= Daphne Haldin =

Daphne Haldin (10 February 1899, Norwich - 1973, Hampstead) was a British art historian and honourable secretary of the Society of Jews and Christians.

Born on 10 February 1899 in Norwich to Alfred and Edith Haldinstein, she was one of seven children. Her father Alfred was a shoe manufacturer and merchant, and later became President of the Norwich Hebrew Congregation and chairman of the Norfolk Daily Standard Company Ltd, as well as receiving the honour of being made the Sheriff of Norwich. Daphne referred to herself using the more Anglicised, 'Haldin', both professionally and privately, and appears to be the only member of her family to do so, although it is not certain when she began doing this. After the death of her father, she moved with her mother to London, where she spent the rest of her life.

Despite evidence to suggest she studied History of Art at University College London and published at least one article on Medieval brasses for The Connoisseur, she remains otherwise unknown as an art historian. The only other known research she conducted was for a dictionary of female artists, the evidence of which can be found in a set of research notes, correspondence and planning documentation in an archive collection held at the Paul Mellon Centre.

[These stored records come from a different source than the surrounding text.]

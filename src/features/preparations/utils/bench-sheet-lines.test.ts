import { describe, expect, it } from 'vitest';
import { benchSheetLines } from './bench-sheet-lines';

describe('benchSheetLines', () => {
  it('gives masses to the balance readability and volumes as the glassware marks them', () => {
    const lines = benchSheetLines(
      {
        steps: [
          {
            kind: 'weighSolid',
            netMassG: 0.1599,
            balance: { itemId: 'BAL-05', readabilityG: 0.00001 },
            material: { itemId: 'RM-PBN-01', name: 'Lead(II) nitrate' },
          },
          { kind: 'makeUpToVolume', flask: { itemId: 'VF-100-A', nominalMl: 100, toleranceClass: 'A' } },
          { kind: 'pipetteAliquot', volumeMl: 0.25, pipette: { kind: 'pistonPipette', itemId: 'PP-1000' } },
          { kind: 'weighAliquot', netMassG: 2.5, balance: { itemId: 'BAL-04', readabilityG: 0.0001 } },
        ],
      },
      20,
    );
    expect(lines.map((line) => line.action)).toEqual([
      'Weigh 0.15990 g of Lead(II) nitrate (RM-PBN-01) by difference on BAL-05.',
      'Transfer quantitatively into flask VF-100-A (100 mL, class A) and make up to the mark at about 20 °C; stopper and mix.',
      'Set piston pipette PP-1000 to 250 µL and deliver the aliquot.',
      'Weigh 2.5000 g of the solution by difference on BAL-04.',
    ]);
    expect(lines.map((line) => line.readings)).toEqual(['weighing', 'volume', 'volume', 'weighing']);
  });
});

== Dictionary of Women Artists ==
Haldin's main research project was a dictionary of European women artists born before 1850. She was attempting to redress the balance of scholarship on female artists by compiling a resource which captured a wide range of artist biographies. An example of the scale of Haldin's project is provided by the entries for artists under the letter 'B' which alone consists of 595 individual entries. The dictionary remained unpublished despite a large amount of research work being completed, and many efforts to generate interest. However, this work has been catalogued and made available as an archive at the Paul Mellon Centre library and archive.